Well, sure Bagley read the "thick file on Anatoliy Golitsyn" and was informed by that.

Still, Bagley conducted intense and lengthy interrogations of Nosenko, and concluded on the basis of those interrogations also that Nosenko was a phony. Such as Nosenko didn't know where was the KGB cafeteria. 

Who takes mere files at face value? Bagley meeting Nosenko face-to-face played a role too.

For me, it is still an open question whether G2 and KGB ties to LHO were only manipulative, and not something more.

""BC""

Dude.

Bagley and David E. Murphy (those two "incarcerated" Nosenko) and Angleton (who wanted to "play" him) were convinced by late June 1962 in Bagley's and Angleton's case, and by mid-1963 in Murphy's case, that Nosenko was fake, and Bagley and Murphy spent three years (from April 1964 to September or so 1967) trying to "break" him by subjecting him to Spartan living conditions and hostile (but non-tortuous) interrogations.

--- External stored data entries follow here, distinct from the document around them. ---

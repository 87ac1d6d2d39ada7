using System.Numerics;
using LevelDesign.Core.Eigen;

namespace LevelDesign.Core.Composite;

/// <summary>
/// A Hermitian matrix stored as values on the lower-triangle positions of a <see cref="HermitianPattern"/>.
/// The composite Hamiltonian is mostly zeros, so it is assembled here and only densified for dense solvers.
/// </summary>
public sealed class SparseHermitian
{
    private readonly HermitianPattern _pattern;
    private readonly Complex[] _lower;

    internal SparseHermitian(HermitianPattern pattern, Complex[] lower)
    {
        _pattern = pattern;
        _lower = lower;
    }

    public int Dimension => _pattern.Dimension;

    public int StoredEntries => _lower.Length;

    public IEnumerable<(int Row, int Column, Complex Value)> LowerEntries()
    {
        for (int slot = 0; slot < _lower.Length; slot++)
            yield return (_pattern.SlotRow[slot], _pattern.SlotColumn[slot], _lower[slot]);
    }

    public bool IsReal
    {
        get
        {
            double scale = 0;
            foreach (var v in _lower) scale = Math.Max(scale, Math.Abs(v.Real) + Math.Abs(v.Imaginary));
            double negligible = 1e-14 * Math.Max(scale, 1);
            foreach (var v in _lower) if (Math.Abs(v.Imaginary) > negligible) return false;
            return true;
        }
    }

    /// <summary>Dense column-major real matrix (full, both triangles).</summary>
    public double[] ToDenseReal()
    {
        int n = Dimension;
        var m = new double[(long)n * n];
        for (int slot = 0; slot < _lower.Length; slot++)
        {
            int row = _pattern.SlotRow[slot], col = _pattern.SlotColumn[slot];
            m[(long)col * n + row] = _lower[slot].Real;
            m[(long)row * n + col] = _lower[slot].Real;
        }
        return m;
    }

    /// <summary>Dense column-major complex Hermitian matrix (full, both triangles).</summary>
    public Complex[] ToDenseComplex()
    {
        int n = Dimension;
        var m = new Complex[(long)n * n];
        for (int slot = 0; slot < _lower.Length; slot++)
        {
            int row = _pattern.SlotRow[slot], col = _pattern.SlotColumn[slot];
            m[(long)col * n + row] = _lower[slot];
            m[(long)row * n + col] = Complex.Conjugate(_lower[slot]);
        }
        return m;
    }

    /// <summary>The real part as a full compressed-row matrix for the iterative solver (layout shared along a sweep).</summary>
    public CsrMatrix ToCsrReal()
    {
        var values = new double[_pattern.SourceSlot.Length];
        for (int p = 0; p < values.Length; p++) values[p] = _lower[_pattern.SourceSlot[p]].Real;
        return new CsrMatrix(Dimension, _pattern.RowStart, _pattern.Columns, values);
    }

    /// <summary>
    /// The matrix in a real gauge (see <see cref="RealGauge"/>): the phases and D†HD as a full compressed-row matrix on
    /// the shared layout; null when no gauge makes it real.
    /// </summary>
    public (Complex[] Phases, CsrMatrix Real)? ToCsrRealGauged()
    {
        var full = new Complex[_pattern.SourceSlot.Length];
        for (int r = 0; r < Dimension; r++)
            for (int p = _pattern.RowStart[r]; p < _pattern.RowStart[r + 1]; p++)
            {
                int slot = _pattern.SourceSlot[p];
                // the slot holds H[row, column] with row ≥ column; the upper triangle is its conjugate
                full[p] = _pattern.SlotRow[slot] == r ? _lower[slot] : Complex.Conjugate(_lower[slot]);
            }
        return RealGauge.TryFind(Dimension, _pattern.RowStart, _pattern.Columns, full) is var (phases, real)
            ? (phases, new CsrMatrix(Dimension, _pattern.RowStart, _pattern.Columns, real))
            : null;
    }

    /// <summary>
    /// The largest ‖H x_k − E_k x_k‖ (GHz) over the given eigenpairs (vectors column-major n×count, real or complex), on
    /// this matrix itself: an independent check of whatever solver (and gauge) produced them. Columns run in parallel
    /// when the work is large.
    /// </summary>
    public double MaxResidual(double[] values, double[]? realVectors, Complex[]? complexVectors)
    {
        int n = Dimension, count = values.Length;
        var worst = new double[count];
        var options = new ParallelOptions { MaxDegreeOfParallelism = (long)_lower.Length * count > 4_000_000 ? Eigen.ComputeCores.Limit : 1 };
        var rows = _pattern.SlotRow;
        var columns = _pattern.SlotColumn;
        Parallel.For(0, count, options, () => (new Complex[n], new Complex[n]), (k, _, work) =>
        {
            var (y, x) = work;
            // the column as complex numbers once, so the product below is one plain pass over the stored entries
            if (realVectors is not null) for (int j = 0; j < n; j++) x[j] = realVectors[k * n + j];
            else Array.Copy(complexVectors!, k * n, x, 0, n);
            Array.Clear(y);
            for (int slot = 0; slot < _lower.Length; slot++)
            {
                int row = rows[slot], col = columns[slot];
                var v = _lower[slot];
                y[row] += v * x[col];
                if (row != col) y[col] += Complex.Conjugate(v) * x[row];
            }
            double sum = 0;
            for (int j = 0; j < n; j++)
            {
                var r = y[j] - values[k] * x[j];
                sum += r.Real * r.Real + r.Imaginary * r.Imaginary;
            }
            worst[k] = Math.Sqrt(sum);
            return work;
        }, _ => { });
        return count == 0 ? 0 : worst.Max();
    }
}
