using System.Numerics;
using LevelDesign.Core.Couplers;
using LevelDesign.Core.Elements;
using LevelDesign.Core.Linear;

namespace LevelDesign.Core.Composite;

/// <summary>
/// H = Σ_i E_i(l_i) (bare energies above each element's ground) + Σ_couplers c·(coupling term), restricted to
/// the pruned product basis. Coupler terms: full form c·op_A⊗op_B (plus h.c. when that product is not Hermitian);
/// exchange form c·(op_A†⊗op_B + op_A⊗op_B†).
/// </summary>
public static class HamiltonianAssembler
{
    public static SparseHermitian Assemble(CompositeBasis basis, IReadOnlyList<BareSpectrum> spectra, IReadOnlyList<ResolvedCoupler> couplers)
    {
        var h = new SparseHermitian(basis.Dimension);
        for (int s = 0; s < basis.Dimension; s++) h.AddDiagonal(s, basis.BareEnergies[s]);
        foreach (var coupler in couplers) AddCoupler(h, basis, coupler);
        return h;
    }

    private static void AddCoupler(SparseHermitian h, CompositeBasis basis, ResolvedCoupler coupler)
    {
        if (coupler.CoefficientGHz == 0) return;
        OperatorMatrix x = coupler.OperatorA, y = coupler.OperatorB;
        bool addConjugate;
        if (coupler.Form == CouplerForm.Exchange)
        {
            x = x.Adjoint();
            addConjugate = true;
        }
        else addConjugate = !(x.IsHermitian() && y.IsHermitian());
        int ea = coupler.IndexA, eb = coupler.IndexB;
        var target = new int[basis.ElementCount];
        for (int s = 0; s < basis.Dimension; s++)
        {
            var state = basis.States[s];
            int la = state[ea], lb = state[eb];
            state.CopyTo(target, 0);
            for (int ia = 0; ia < x.Size; ia++)
            {
                Complex xa = x[ia, la];
                if (xa == Complex.Zero) continue;
                target[ea] = ia;
                for (int ib = 0; ib < y.Size; ib++)
                {
                    Complex yb = y[ib, lb];
                    if (yb == Complex.Zero) continue;
                    target[eb] = ib;
                    int t = basis.IndexOf(target);
                    if (t < 0) continue;
                    Complex value = coupler.CoefficientGHz * xa * yb;
                    if (addConjugate)
                    {
                        // each stored pair carries X_ts and its mirror (X†)_st, so X + X† is covered by visiting every entry once
                        if (t == s) h.AddDiagonal(s, 2 * value.Real);
                        else h.AddHermitianPair(t, s, value);
                    }
                    else if (t > s) h.AddHermitianPair(t, s, value);
                    else if (t == s) h.AddDiagonal(s, value.Real);
                }
                target[eb] = lb;
            }
        }
    }
}
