using LevelDesign.Core.Couplers;

namespace LevelDesign.Core.Composite;

/// <summary>
/// H = Σ_i E_i(l_i) (bare energies above each element's ground) + Σ_couplers c·(coupling term), restricted to
/// the pruned product basis. Coupler terms: full form c·op_A⊗op_B (plus h.c. when that product is not Hermitian);
/// exchange form c·(op_A†⊗op_B + op_A⊗op_B†). The sparsity pattern is planned once per basis structure and
/// coupler shape and reused (<see cref="AssemblyPlan"/>).
/// </summary>
public static class HamiltonianAssembler
{
    public static SparseHermitian Assemble(CompositeBasis basis, IReadOnlyList<ResolvedCoupler> couplers)
    {
        var terms = AssemblyPlan.Operators(couplers);
        return AssemblyPlan.Build(basis.Structure, couplers, terms).Evaluate(basis.BareEnergies, couplers, terms);
    }

    internal static SparseHermitian Assemble(CompositeBasis basis, IReadOnlyList<ResolvedCoupler> couplers, AssemblyPlanCache cache)
    {
        var terms = AssemblyPlan.Operators(couplers);   // once per point: the plan key and the values both use them
        return cache.Get(basis.Structure, couplers, terms).Evaluate(basis.BareEnergies, couplers, terms);
    }
}
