namespace LevelDesign.Core.Composite;

/// <summary>
/// Product states |l_0, l_1, ...⟩ of the elements' kept bare levels, pruned by total excitations and/or
/// bare energy, sorted by bare energy (ties by excitation number, then lexicographically).
/// </summary>
public sealed class CompositeBasis
{
    private readonly Dictionary<long, int> _index = new();
    private readonly long[] _radix;

    public CompositeBasis(IReadOnlyList<double[]> elementEnergies, int? maxExcitations, double? maxBareEnergy)
    {
        int count = elementEnergies.Count;
        Levels = elementEnergies.Select(e => e.Length).ToArray();
        _radix = new long[count];
        long r = 1;
        for (int i = count - 1; i >= 0; i--) { _radix[i] = r; r *= Levels[i]; }
        var states = new List<(int[] State, double Energy, int Excitations)>();
        var current = new int[count];
        Enumerate(0, 0, 0.0);
        void Enumerate(int element, int excitations, double energy)
        {
            if (element == count)
            {
                states.Add(((int[])current.Clone(), energy, excitations));
                return;
            }
            for (int l = 0; l < Levels[element]; l++)
            {
                int ex = excitations + l;
                double en = energy + elementEnergies[element][l] - elementEnergies[element][0];
                if (maxExcitations is int m && ex > m) break;
                if (maxBareEnergy is double emax && en > emax + 1e-12) break;
                current[element] = l;
                Enumerate(element + 1, ex, en);
            }
            current[element] = 0;
        }
        var ordered = states
            .OrderBy(s => Math.Round(s.Energy, 9))
            .ThenBy(s => s.Excitations)
            .ThenBy(s => Key(s.State))
            .ToArray();
        States = ordered.Select(s => s.State).ToArray();
        BareEnergies = ordered.Select(s => s.Energy).ToArray();
        for (int i = 0; i < States.Count; i++) _index[Key(States[i])] = i;
    }

    public IReadOnlyList<int[]> States { get; }

    /// <summary>Bare energy of each product state above the bare ground, GHz.</summary>
    public double[] BareEnergies { get; }

    public int[] Levels { get; }

    public int Dimension => States.Count;

    public int ElementCount => Levels.Length;

    /// <summary>Index of a product state, or −1 when it was pruned away.</summary>
    public int IndexOf(ReadOnlySpan<int> state)
    {
        for (int i = 0; i < state.Length; i++) if (state[i] < 0 || state[i] >= Levels[i]) return -1;
        return _index.TryGetValue(Key(state), out int k) ? k : -1;
    }

    /// <summary>Index of the state with level <paramref name="levels"/> on the given elements and 0 elsewhere.</summary>
    public int IndexOfExcitation(params (int Element, int Level)[] levels)
    {
        var state = new int[ElementCount];
        foreach (var (e, l) in levels) state[e] = l;
        return IndexOf(state);
    }

    private long Key(ReadOnlySpan<int> state)
    {
        long key = 0;
        for (int i = 0; i < state.Length; i++) key += state[i] * _radix[i];
        return key;
    }
}
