using System.Collections.Concurrent;
using System.Numerics;
using LevelDesign.Core.Couplers;
using LevelDesign.Core.Eigen;
using LevelDesign.Core.Elements;
using LevelDesign.Core.Labels;
using LevelDesign.Core.Model;

namespace LevelDesign.Core.Composite;

/// <summary>
/// The whole pipeline for one bias point: diagonalise each element alone (cached), resolve couplers, build the
/// pruned product basis, assemble the Hamiltonian sparse, find its lowest eigenpairs (real solver when the
/// matrix is real symmetric, complex otherwise), and label the dressed states.
/// </summary>
public sealed class DeviceSolver
{
    public DeviceSolver(IEigenSolver? eigenSolver = null, BareSpectrumCache? cache = null)
    {
        EigenSolver = eigenSolver ?? EigenSolvers.Active;
        Cache = cache ?? new BareSpectrumCache();
    }

    private readonly ConcurrentDictionary<string, BasisStructure> _structures = new();
    private readonly AssemblyPlanCache _plans = new();

    public IEigenSolver EigenSolver { get; }
    public BareSpectrumCache Cache { get; }

    /// <summary>Everything up to (not including) the eigen solve, for reuse by benchmarks and iterative solvers.</summary>
    public CompositeProblem Prepare(Device device)
    {
        var problems = device.Validate();
        if (problems.Count > 0) throw new InvalidDeviceException(problems);
        var t = device.Truncation;
        var bare = device.Elements.Select(e => Cache.Get(e, t.LevelsOf(e.Id), t.BasisSizeOf(e.Id))).ToArray();
        var couplers = device.Couplers.Select(c => CouplerResolver.Resolve(c, device.Elements, bare,
            (i, e) => Cache.Get(e, t.LevelsOf(device.Elements[i].Id), t.BasisSizeOf(device.Elements[i].Id)))).ToArray();
        var energies = bare.Select(b => b.Energies).ToArray();
        var basis = new CompositeBasis(StructureFor(energies, t), energies);
        var hamiltonian = HamiltonianAssembler.Assemble(basis, couplers, _plans);
        return new CompositeProblem(device, bare, couplers, basis, hamiltonian);
    }

    /// <summary>
    /// The kept product states; without an energy cutoff they depend only on level counts and the excitation cap,
    /// so one structure (and its assembly plans) is shared by every point of a sweep.
    /// </summary>
    private BasisStructure StructureFor(double[][] energies, Truncation t)
    {
        if (t.MaxBareEnergyGHz is not null) return new BasisStructure(energies, t.MaxExcitations, t.MaxBareEnergyGHz);
        string key = string.Join(",", energies.Select(e => e.Length)) + "/" + t.MaxExcitations;
        if (_structures.TryGetValue(key, out var structure)) return structure;
        if (_structures.Count >= 64) _structures.Clear();
        return _structures[key] = new BasisStructure(energies, t.MaxExcitations, null);
    }

    public DressedSpectrum Solve(Device device, int? dressedCount = null) => Solve(Prepare(device), dressedCount);

    public DressedSpectrum Solve(CompositeProblem problem, int? dressedCount = null)
    {
        int n = problem.Basis.Dimension;
        int k = Math.Min(n, dressedCount ?? DefaultDressedCount(problem.Basis));
        var h = problem.Hamiltonian;
        if (h.IsReal)
        {
            var result = EigenSolver.LowestReal(h.ToDenseReal(), n, k);
            return Finish(problem, result.Values, result.Vectors, null, false);
        }
        var complex = EigenSolver.LowestComplex(h.ToDenseComplex(), n, k);
        return Finish(problem, complex.Values, null, complex.Vectors, true);
    }

    internal DressedSpectrum Finish(CompositeProblem problem, double[] values, double[]? realVectors, Complex[]? complexVectors, bool isComplex)
    {
        int n = problem.Basis.Dimension, k = values.Length;
        var weights = new double[n * k];
        if (realVectors is not null)
            for (int i = 0; i < weights.Length; i++) weights[i] = realVectors[i] * realVectors[i];
        else
            for (int i = 0; i < weights.Length; i++) weights[i] = complexVectors![i].Real * complexVectors[i].Real + complexVectors[i].Imaginary * complexVectors[i].Imaginary;
        var labels = Labeller.Label(weights, n, k);
        return new DressedSpectrum(problem.Device, problem.Bare, problem.Couplers, problem.Basis, values, weights,
            complexVectors, realVectors, labels, EigenSolver.Name, isComplex);
    }

    /// <summary>
    /// Enough dressed states to contain every product state with up to two excitations (needed for 2χ, ZZ and
    /// anharmonicity), plus those lying below the highest of them, plus a small margin.
    /// </summary>
    public static int DefaultDressedCount(CompositeBasis basis)
    {
        double highest = 0;
        for (int i = 0; i < basis.Dimension; i++)
            if (basis.States[i].Sum() <= 2) highest = Math.Max(highest, basis.BareEnergies[i]);
        int count = 0;
        for (int i = 0; i < basis.Dimension; i++) if (basis.BareEnergies[i] <= highest + 1e-9) count++;
        return Math.Min(basis.Dimension, count + 4);
    }
}
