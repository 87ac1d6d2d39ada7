namespace LevelDesign.Core.Composite;

/// <summary>
/// Where a composite Hamiltonian can be non-zero: its lower-triangle positions ("slots", the diagonal first, slot
/// s = (s, s)) and the matching full compressed-row layout, so that each point only fills in values.
/// </summary>
internal sealed class HermitianPattern
{
    public HermitianPattern(int dimension, int[] slotRow, int[] slotColumn)
    {
        Dimension = dimension;
        SlotRow = slotRow;
        SlotColumn = slotColumn;
        var rows = new List<(int Column, int Slot)>[dimension];
        for (int i = 0; i < dimension; i++) rows[i] = [];
        for (int slot = 0; slot < slotRow.Length; slot++)
        {
            rows[slotRow[slot]].Add((slotColumn[slot], slot));
            if (slotRow[slot] != slotColumn[slot]) rows[slotColumn[slot]].Add((slotRow[slot], slot));
        }
        RowStart = new int[dimension + 1];
        var columns = new List<int>();
        var sources = new List<int>();
        for (int r = 0; r < dimension; r++)
        {
            rows[r].Sort((a, b) => a.Column.CompareTo(b.Column));
            foreach (var (c, slot) in rows[r]) { columns.Add(c); sources.Add(slot); }
            RowStart[r + 1] = columns.Count;
        }
        Columns = columns.ToArray();
        SourceSlot = sources.ToArray();
    }

    public int Dimension { get; }
    public int[] SlotRow { get; }
    public int[] SlotColumn { get; }
    public int SlotCount => SlotRow.Length;

    /// <summary>Full (both triangles) compressed-row layout; entry p takes its value from slot SourceSlot[p].</summary>
    public int[] RowStart { get; }
    public int[] Columns { get; }
    public int[] SourceSlot { get; }
}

But probable moles Leonard V. McCoy and Bruce Leonard Solie intervened, and since possibly-"programmed" Nosenko came close to "breaking" only once, Bagley, Murphy, and Angleton eventually ran out of time, and FPR's and Galbraith's beloved Nosenko ended being generously reimbursed for his "troubles," naturalized, given a house, and hired by the Agency to teach its and the FBI's new recruits "counterintelligence."

And, of course, the CIA atoned for its sins by decimating CI and the Soviet Russia Division just in time for Aldrich Ames to start spying for The World-Class Humanitarian Organization known as the KGB*.

*Today's SVR and FSB 
« Last Edit: Yesterday at 08:08:12 PM by Tom Graves »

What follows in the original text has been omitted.